### Records for processing
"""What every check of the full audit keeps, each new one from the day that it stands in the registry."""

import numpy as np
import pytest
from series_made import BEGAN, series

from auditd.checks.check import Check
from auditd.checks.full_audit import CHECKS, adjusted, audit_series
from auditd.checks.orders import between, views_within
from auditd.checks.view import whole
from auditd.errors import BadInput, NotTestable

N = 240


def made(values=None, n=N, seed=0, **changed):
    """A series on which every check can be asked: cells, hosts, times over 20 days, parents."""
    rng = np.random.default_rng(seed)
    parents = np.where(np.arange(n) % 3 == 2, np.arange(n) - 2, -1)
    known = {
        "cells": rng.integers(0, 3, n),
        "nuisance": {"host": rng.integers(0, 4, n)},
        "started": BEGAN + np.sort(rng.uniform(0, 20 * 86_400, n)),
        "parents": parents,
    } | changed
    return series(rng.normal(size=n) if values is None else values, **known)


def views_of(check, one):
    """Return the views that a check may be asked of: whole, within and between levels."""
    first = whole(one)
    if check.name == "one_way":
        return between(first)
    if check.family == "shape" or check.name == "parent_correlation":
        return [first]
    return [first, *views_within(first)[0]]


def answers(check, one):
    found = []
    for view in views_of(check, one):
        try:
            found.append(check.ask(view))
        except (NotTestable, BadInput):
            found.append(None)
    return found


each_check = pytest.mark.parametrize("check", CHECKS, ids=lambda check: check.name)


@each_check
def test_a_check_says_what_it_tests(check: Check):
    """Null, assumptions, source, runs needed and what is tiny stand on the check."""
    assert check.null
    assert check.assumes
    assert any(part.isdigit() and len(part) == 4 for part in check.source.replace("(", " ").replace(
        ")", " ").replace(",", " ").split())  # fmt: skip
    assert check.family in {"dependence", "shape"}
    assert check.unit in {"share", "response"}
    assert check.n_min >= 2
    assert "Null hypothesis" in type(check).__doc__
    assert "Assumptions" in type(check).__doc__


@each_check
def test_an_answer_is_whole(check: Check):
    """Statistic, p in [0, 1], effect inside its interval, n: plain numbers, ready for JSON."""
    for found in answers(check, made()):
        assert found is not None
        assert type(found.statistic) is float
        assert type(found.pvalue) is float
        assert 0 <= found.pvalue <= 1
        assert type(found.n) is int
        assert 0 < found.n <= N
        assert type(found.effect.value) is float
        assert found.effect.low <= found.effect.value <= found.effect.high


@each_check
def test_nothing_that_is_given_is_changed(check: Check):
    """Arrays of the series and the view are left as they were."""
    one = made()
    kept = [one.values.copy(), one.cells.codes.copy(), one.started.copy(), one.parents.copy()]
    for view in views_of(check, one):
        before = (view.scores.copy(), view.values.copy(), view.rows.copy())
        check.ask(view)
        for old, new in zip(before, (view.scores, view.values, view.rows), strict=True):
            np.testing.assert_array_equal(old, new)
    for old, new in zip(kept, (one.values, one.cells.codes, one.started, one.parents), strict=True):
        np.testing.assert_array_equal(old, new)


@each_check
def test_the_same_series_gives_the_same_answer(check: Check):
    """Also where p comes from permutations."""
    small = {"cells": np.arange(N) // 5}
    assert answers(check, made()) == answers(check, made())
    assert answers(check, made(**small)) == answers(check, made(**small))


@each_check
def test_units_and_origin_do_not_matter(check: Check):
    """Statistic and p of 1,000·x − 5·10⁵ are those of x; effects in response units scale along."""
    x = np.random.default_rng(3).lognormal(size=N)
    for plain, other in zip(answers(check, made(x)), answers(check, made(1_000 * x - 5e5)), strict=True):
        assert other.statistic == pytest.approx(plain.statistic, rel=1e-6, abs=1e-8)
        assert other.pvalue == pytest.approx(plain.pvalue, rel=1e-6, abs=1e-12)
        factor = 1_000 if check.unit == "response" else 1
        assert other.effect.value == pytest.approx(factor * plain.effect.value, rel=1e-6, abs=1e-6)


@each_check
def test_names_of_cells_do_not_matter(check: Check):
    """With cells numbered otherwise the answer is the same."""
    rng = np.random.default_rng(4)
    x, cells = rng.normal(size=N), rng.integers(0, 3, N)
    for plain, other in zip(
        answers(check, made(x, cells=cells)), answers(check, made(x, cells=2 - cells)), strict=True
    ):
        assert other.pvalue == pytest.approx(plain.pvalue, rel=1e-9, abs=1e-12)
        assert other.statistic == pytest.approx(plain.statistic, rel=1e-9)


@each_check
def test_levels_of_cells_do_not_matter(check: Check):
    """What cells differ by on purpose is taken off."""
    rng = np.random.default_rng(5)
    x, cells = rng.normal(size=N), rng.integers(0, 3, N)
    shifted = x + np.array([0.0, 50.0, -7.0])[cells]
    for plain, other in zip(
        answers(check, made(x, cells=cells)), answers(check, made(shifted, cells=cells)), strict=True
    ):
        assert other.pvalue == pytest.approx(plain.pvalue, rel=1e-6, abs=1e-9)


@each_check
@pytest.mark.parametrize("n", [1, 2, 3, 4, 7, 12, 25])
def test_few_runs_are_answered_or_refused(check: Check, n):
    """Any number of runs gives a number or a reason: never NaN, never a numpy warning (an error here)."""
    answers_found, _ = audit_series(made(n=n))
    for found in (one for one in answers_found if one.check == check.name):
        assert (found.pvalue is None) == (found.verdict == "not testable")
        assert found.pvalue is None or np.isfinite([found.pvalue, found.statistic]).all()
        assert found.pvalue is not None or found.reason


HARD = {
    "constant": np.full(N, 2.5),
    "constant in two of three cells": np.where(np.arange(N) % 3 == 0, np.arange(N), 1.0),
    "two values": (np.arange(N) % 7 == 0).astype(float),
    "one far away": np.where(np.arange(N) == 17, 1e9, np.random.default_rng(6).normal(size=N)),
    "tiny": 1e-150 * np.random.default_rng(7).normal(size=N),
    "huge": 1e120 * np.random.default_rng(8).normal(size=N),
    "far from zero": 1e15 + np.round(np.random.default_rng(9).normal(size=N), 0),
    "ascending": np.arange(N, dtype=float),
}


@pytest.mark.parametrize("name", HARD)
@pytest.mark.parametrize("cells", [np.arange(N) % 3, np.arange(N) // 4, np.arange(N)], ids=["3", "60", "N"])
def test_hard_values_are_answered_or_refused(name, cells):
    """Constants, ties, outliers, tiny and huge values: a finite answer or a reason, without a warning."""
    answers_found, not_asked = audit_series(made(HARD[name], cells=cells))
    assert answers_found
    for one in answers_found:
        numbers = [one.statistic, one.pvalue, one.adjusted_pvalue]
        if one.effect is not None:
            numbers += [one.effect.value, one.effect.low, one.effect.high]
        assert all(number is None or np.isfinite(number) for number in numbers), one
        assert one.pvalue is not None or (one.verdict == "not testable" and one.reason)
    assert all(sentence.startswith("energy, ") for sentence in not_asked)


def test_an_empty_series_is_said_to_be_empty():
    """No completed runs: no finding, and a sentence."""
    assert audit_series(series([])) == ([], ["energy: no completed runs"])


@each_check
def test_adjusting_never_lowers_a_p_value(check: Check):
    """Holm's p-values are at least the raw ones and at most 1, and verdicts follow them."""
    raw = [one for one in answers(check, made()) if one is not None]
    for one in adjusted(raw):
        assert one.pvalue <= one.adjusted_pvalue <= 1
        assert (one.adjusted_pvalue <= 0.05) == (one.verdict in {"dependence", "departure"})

### Problem
In the entries above, find each line that has the word "family". Copy it.

### Final answer
    if check.family == "shape" or check.name == "parent_correlation":
    assert check.family in {"dependence", "shape"}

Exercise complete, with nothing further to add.